» **Given records**:
########################################
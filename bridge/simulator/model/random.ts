/** A seeded generator of its own for each use, so that one part's draws do not shift another's. */
export class Random {
  #state: number
  #spare: number | null = null

  constructor(seed: number, name: string) {
    let hash = 2_166_136_261 ^ seed
    for (const character of name) hash = Math.imul(hash ^ character.charCodeAt(0), 16_777_619)
    this.#state = hash >>> 0
  }

  /** Uniform in [0, 1). */
  uniform(): number {
    this.#state = (this.#state + 0x6d2b79f5) >>> 0
    let word = Math.imul(this.#state ^ (this.#state >>> 15), this.#state | 1)
    word ^= word + Math.imul(word ^ (word >>> 7), word | 61)
    return ((word ^ (word >>> 14)) >>> 0) / 4_294_967_296
  }

  /** Uniform in [-1, 1). */
  symmetric(): number {
    return 2 * this.uniform() - 1
  }

  /** Normal with mean 0 and standard deviation 1. */
  normal(): number {
    if (this.#spare !== null) {
      const spare = this.#spare
      this.#spare = null
      return spare
    }
    const radius = Math.sqrt(-2 * Math.log(1 - this.uniform()))
    const angle = 2 * Math.PI * this.uniform()
    this.#spare = radius * Math.sin(angle)
    return radius * Math.cos(angle)
  }
}
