import * as z from 'zod'
import { channels, refusalCodes, roles } from '../safety/types.ts'
import { benchConfigSchema } from './bench-config.ts'
import { benchEventSchema, benchStateSchema, channelStatusSchema } from './messages.ts'

export const actorSchema = z.object({
  personId: z.string(),
  name: z.string(),
  role: z.enum(roles),
  acknowledged: z.boolean(),
})

/** What the app may command of one bench, on behalf of a person. NaN cannot be written in JSON: it arrives as null and is refused. */
export const commandSchema = z.discriminatedUnion('kind', [
  z.object({ kind: z.literal('take-controls') }),
  z.object({ kind: z.literal('take-over') }),
  z.object({
    kind: z.literal('hand-over'),
    toPersonId: z.string(),
    toName: z.string(),
    toRole: z.enum(roles),
    toAcknowledged: z.boolean(),
  }),
  z.object({ kind: z.literal('release-controls') }),
  z.object({ kind: z.literal('switch-heater'), on: z.boolean() }),
  z.object({ kind: z.literal('set-anode'), volts: z.number().nullable() }),
  z.object({ kind: z.literal('set-coils'), amps: z.number().nullable() }),
  z.object({ kind: z.literal('set-polarity'), polarity: z.union([z.literal(1), z.literal(-1)]) }),
  z.object({ kind: z.literal('reset-trip') }),
  z.object({ kind: z.literal('make-safe') }),
])
export type Command = z.infer<typeof commandSchema>

/** POST /benches/:benchId/commands */
export const commandRequestSchema = z.object({ actor: actorSchema, command: commandSchema })

export const refusalSchema = z.object({ code: z.enum(refusalCodes), sentence: z.string() })

export const commandReplySchema = z.object({
  accepted: z.boolean(),
  refusals: z.array(refusalSchema),
  /** What was done, in a sentence, when accepted. */
  answer: z.string(),
  state: benchStateSchema,
})
export type CommandReply = z.infer<typeof commandReplySchema>

/** POST /benches/:benchId/captures */
export const captureRequestSchema = z.object({ actor: actorSchema })

/** A settled window of all channels, taken from the bridge's own ring buffer. */
export const captureSchema = z.object({
  benchId: z.string(),
  revision: z.int(),
  at: z.number(),
  windowSeconds: z.number(),
  polarity: z.union([z.literal(1), z.literal(-1)]),
  times: z.array(z.number()),
  samples: z.partialRecord(z.enum(channels), z.array(z.number().nullable())),
  statistics: z.partialRecord(
    z.enum(channels),
    z.object({
      mean: z.number(),
      standardDeviation: z.number(),
      standardError: z.number(),
      effectiveCount: z.number(),
      count: z.int(),
    }),
  ),
  states: z.partialRecord(z.enum(channels), channelStatusSchema),
})
export type Capture = z.infer<typeof captureSchema>

export const captureReplySchema = z.discriminatedUnion('accepted', [
  z.object({ accepted: z.literal(true), capture: captureSchema }),
  z.object({ accepted: z.literal(false), refusals: z.array(refusalSchema) }),
])
export type CaptureReply = z.infer<typeof captureReplySchema>

/** POST /make-safe: the whole room. */
export const makeSafeRequestSchema = z.object({ actor: actorSchema })

/** What was commanded and measured on each bench, in a sentence that names the steps not confirmed. */
export const makeSafeReplySchema = z.object({
  benches: z.array(z.object({ benchId: z.string(), answer: z.string() })),
})
export type MakeSafeReply = z.infer<typeof makeSafeReplySchema>

/** PUT /configuration, and the answer of the app's GET /api/bridge/configuration. */
export const configurationSchema = z.object({ benches: z.array(benchConfigSchema) })

/** POST /revocations: no resume key of this person issued before now is good any longer. */
export const revocationSchema = z.object({ personId: z.string() })

/** One second of one channel. */
export const summarySchema = z.object({
  sequence: z.int().nonnegative(),
  benchId: z.string(),
  second: z.int(),
  channel: z.enum(channels),
  min: z.number(),
  mean: z.number(),
  max: z.number(),
  count: z.int(),
})
export type Summary = z.infer<typeof summarySchema>

/**
 * POST /api/bridge/spool at the app. Each of the two sequences begins at 1 and rises without gaps. The app ignores what
 * it has and confirms the highest number up to which it has all; 0 is none.
 *
 * `oldest` are the lowest numbers that the bridge still holds, or the next it will give. What is below was confirmed once
 * and cannot be sent again: an app that has not got it, as after a database was restored, notes the gap and goes on.
 */
export const spoolBatchSchema = z.object({
  bridgeId: z.string().min(1).max(100),
  oldest: z.object({ event: z.int().positive(), summary: z.int().positive() }),
  events: z.array(benchEventSchema).max(1000),
  summaries: z.array(summarySchema).max(5000),
})
export type SpoolBatch = z.infer<typeof spoolBatchSchema>

/**
 * `continueAfter` is there when numbers of the batch stand at the app for something else, as after the bridge lost its
 * spool: the app took nothing from that number on, and the bridge numbers what is not confirmed anew, behind it.
 */
export const spoolReplySchema = z.object({
  confirmedEvent: z.int(),
  confirmedSummary: z.int(),
  continueAfter: z.object({ event: z.int().optional(), summary: z.int().optional() }).optional(),
})
export type SpoolReply = z.infer<typeof spoolReplySchema>

/** What a ticket says. Signed by the app; opens a connection within one minute of its making. */
export const ticketSchema = z.object({
  use: z.enum(['ticket', 'resume']),
  personId: z.string(),
  name: z.string(),
  role: z.enum(roles),
  /** Benches this person may watch; null is all of the room. */
  benchIds: z.array(z.string()).nullable(),
  /** Whether this person may make the whole room safe. */
  room: z.boolean(),
  issuedAt: z.number(),
  expiresAt: z.number(),
})
export type Ticket = z.infer<typeof ticketSchema>
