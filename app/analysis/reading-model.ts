import type { BudgetInput, Correlation, Distribution } from '#app/metrology/budget.ts'
import { chargeToMass } from '#app/physics/charge-to-mass.ts'
import { edgesOf } from './edge-mean.ts'
import { parallaxFactor } from './parallax.ts'
import {
  type BudgetBench,
  type EvennessTable,
  type Reading,
  type ReadingResult,
  readingBudget,
  tabulateEvenness,
} from './reading.ts'

type Line = ReadingResult['contributions'][string]

/** The quantities of a reading that the lines of its budget add to. */
const QUANTITIES = 9
const VOLTS = 0
const AMPS = 1
const DISTANCE = 2
const BEHIND = 3
const FACTOR = 4
const TURNS = 5
const COIL_RADIUS = 6
const COIL_SEPARATION = 7
const BEAM = 8

const placeByName: Record<string, number> = {
  scaleDistance: BEHIND,
  fieldFactor: FACTOR,
  coilTurns: TURNS,
  coilRadius: COIL_RADIUS,
  coilSeparation: COIL_SEPARATION,
  beamEdge: BEAM,
}
const placeByGroup: Record<string, number> = {
  'anode voltage': VOLTS,
  'coil current': AMPS,
  edges: DISTANCE,
  photo: DISTANCE,
  rung: DISTANCE,
  diameter: DISTANCE,
}

/** Resolutions, accuracies and the beam's edge lie evenly between bounds. */
const evenlyDistributed = [
  'anodeResolution',
  'anodeMeter',
  'coilResolution',
  'coilMeter',
  'rungSetting',
  'leftEdgeResolution',
  'rightEdgeResolution',
  'beamEdge',
]

/** Below this part of the variance the shape of an input does not show. */
const NEGLIGIBLE_SHARE = 0.01

/**
 * One reading as a model and its inputs, the lines of `readingBudget` by the same names, so that it can be
 * propagated by Monte Carlo too. Voltage, current, distance of the scale and field factor have their values; what
 * else stands in the budget is a deviation, of value 0.
 *
 * Inputs with finite degrees of freedom are sampled as t. With two or fewer t has no standard deviation, and Monte
 * Carlo refuses it; where such an input gives less than a hundredth of the variance its shape does not show, and it
 * is sampled as normal. k and g are taken to first order in the geometry of the coils, and beyond the largest
 * orbit g is that of the largest.
 *
 * @throws RangeError as `readingBudget` does; the model throws one where the values belong to no orbit
 */
export function readingProblem(reading: Reading & { bench: BudgetBench; evenness?: EvennessTable }): {
  model: (values: Record<string, number>) => number
  inputs: Record<string, BudgetInput>
} {
  const { lines, natural, at } = equationOf(reading)
  const terms = lines.map(([name, line]) => ({ name, ...termOf(name, line), value: natural(name) }))
  const sums = new Float64Array(QUANTITIES)
  return {
    inputs: Object.fromEntries(
      lines.map(([name, line]) => [name, { ...inputOf(name, line), value: natural(name) }]),
    ),
    model: (values) => {
      sums.fill(0)
      for (const { name, place, sign, value } of terms) {
        sums[place] = (sums[place] as number) + sign * ((values[name] as number) - value)
      }
      return at(sums)
    },
  }
}

/**
 * The mean e/m of the readings of a run as a model and its inputs. What is common to the readings is one input, in
 * units of its standard uncertainty, for that may differ with the reading; what is not is one input a reading, with
 * the reading's number from 1 behind its name. A spread of the edges that is pooled over the run is known equally
 * badly for all its readings: they come from one joint t distribution, which the correlations of 0 say.
 *
 * @param series.readings at least one
 * @throws RangeError naming `readings`, else as `readingBudget` does
 */
export function seriesProblem(series: { bench: BudgetBench; readings: readonly Reading[] }): {
  names: string[]
  inputs: BudgetInput[]
  correlations: Correlation[]
  evaluate: (row: Float64Array) => number
} {
  const { bench, readings } = series
  if (readings.length === 0) throw new RangeError('readings must not be empty')
  const tables = new Map<number, EvennessTable>()
  const names: string[] = []
  const inputs: BudgetInput[] = []
  const spreads: string[] = []
  const equations = readings.map((reading, i) => {
    const sense = reading.currentAmps < 0 ? -1 : 1
    const evenness = tables.get(sense) ?? tabulateEvenness(bench, sense)
    tables.set(sense, evenness)
    const { lines, at } = equationOf({ ...reading, bench, evenness })
    const terms = lines.map(([name, line]) => {
      const own = line.common ? name : `${name} ${i + 1}`
      const input = { ...inputOf(name, line), value: 0, ...(line.common && { standardUncertainty: 1 }) }
      if (!names.includes(own)) {
        names.push(own)
        inputs.push(input)
      }
      if (name === 'edgeSpread' && reading.edgeSpread) spreads.push(own)
      const { place, sign } = termOf(name, line)
      return { row: names.indexOf(own), place, factor: line.common ? sign * line.standardUncertainty : sign }
    })
    return {
      at,
      rows: Int32Array.from(terms, ({ row }) => row),
      places: Int32Array.from(terms, ({ place }) => place),
      factors: Float64Array.from(terms, ({ factor }) => factor),
    }
  })
  const sums = new Float64Array(QUANTITIES)
  return {
    names,
    inputs,
    correlations: spreads.slice(1).map((b, i) => ({ a: spreads[i] as string, b, r: 0 })),
    evaluate: (row) => {
      let total = 0
      for (const { rows, places, factors, at } of equations) {
        sums.fill(0)
        for (let i = 0; i < rows.length; i++) {
          const place = places[i] as number
          sums[place] = (sums[place] as number) + (factors[i] as number) * (row[rows[i] as number] as number)
        }
        total += at(sums)
      }
      return total / equations.length
    },
  }
}

/** e/m of a reading from what its quantities are off by, and the lines of its budget. */
function equationOf(reading: Reading & { bench: BudgetBench; evenness?: EvennessTable }) {
  const { bench, currentAmps } = reading
  const { scale } = bench
  const sense = currentAmps < 0 ? -1 : 1
  const table = reading.evenness ?? tabulateEvenness(bench, sense)
  const budget = readingBudget({ ...reading, evenness: table })
  const { distance } = edgesOf(reading)
  const parallax = parallaxFactor(scale)
  const perMetreBehind = scale.kind === 'ruler-behind' ? -1 / scale.eyeDistanceMetres : 0
  const volts = reading.voltageVolts + (bench.anodeMeter.correctionVolts ?? 0)
  const perCoil = sense * (bench.coilConnection === 'parallel' ? 0.5 : 1)
  const k = bench.fieldFactor?.teslaPerAmp ?? table.teslaPerAmp
  const { perTurn, perRadiusMetre, perSeparationMetre } = table.slopes
  const at = (off: Float64Array): number => {
    const seen = parallax + perMetreBehind * (off[BEHIND] as number)
    const radiusMetres = ((distance + (off[DISTANCE] as number)) * seen) / 2 + (off[BEAM] as number)
    const tabulated = Math.min(Math.max(radiusMetres, 0), table.largestRadiusMetres)
    const coilRadius = off[COIL_RADIUS] as number
    const separation = off[COIL_SEPARATION] as number
    let g = table.g.value(tabulated)
    if (coilRadius !== 0) g += coilRadius * table.gPerRadiusMetre.value(tabulated)
    if (separation !== 0) g += separation * table.gPerSeparationMetre.value(tabulated)
    const factor =
      k +
      (off[FACTOR] as number) +
      perTurn * (off[TURNS] as number) +
      perRadiusMetre * coilRadius +
      perSeparationMetre * separation
    const amps = perCoil * (currentAmps + (off[AMPS] as number))
    return chargeToMass({
      voltageVolts: volts + (off[VOLTS] as number),
      fieldTesla: factor * amps * g,
      radiusMetres,
    })
  }
  const values: Record<string, number> = {
    anodeVoltage: reading.voltageVolts,
    coilCurrent: currentAmps,
    scaleDistance: scale.kind === 'ruler-behind' ? scale.distanceBehindMetres : 0,
    fieldFactor: k,
  }
  return { lines: Object.entries(budget.contributions), natural: (name: string) => values[name] ?? 0, at }
}

function termOf(name: string, { group }: Line): { place: number; sign: 1 | -1 } {
  return {
    place: (placeByName[name] ?? placeByGroup[group]) as number,
    sign: name === 'leftEdgeResolution' ? -1 : 1,
  }
}

function inputOf(name: string, line: Line): Omit<BudgetInput, 'value'> {
  const { standardUncertainty, degreesOfFreedom, common } = line
  return { standardUncertainty, degreesOfFreedom, common, distribution: distributionOf(name, line) }
}

function distributionOf(name: string, { degreesOfFreedom, share }: Line): Distribution {
  if (evenlyDistributed.includes(name)) return 'rectangular'
  if (degreesOfFreedom === Number.POSITIVE_INFINITY) return 'normal'
  return degreesOfFreedom <= 2 && share < NEGLIGIBLE_SHARE ? 'normal' : 't'
}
########################################
» **Exercise goal**: Search the lines above for the string "readingBudget" and copy each line that has it.

» **Result of the exercise**:
  readingBudget,
 * One reading as a model and its inputs, the lines of `readingBudget` by the same names, so that it can be
 * @throws RangeError as `readingBudget` does; the model throws one where the values belong to no orbit
 * @throws RangeError naming `readings`, else as `readingBudget` does
  const budget = readingBudget({ ...reading, evenness: table })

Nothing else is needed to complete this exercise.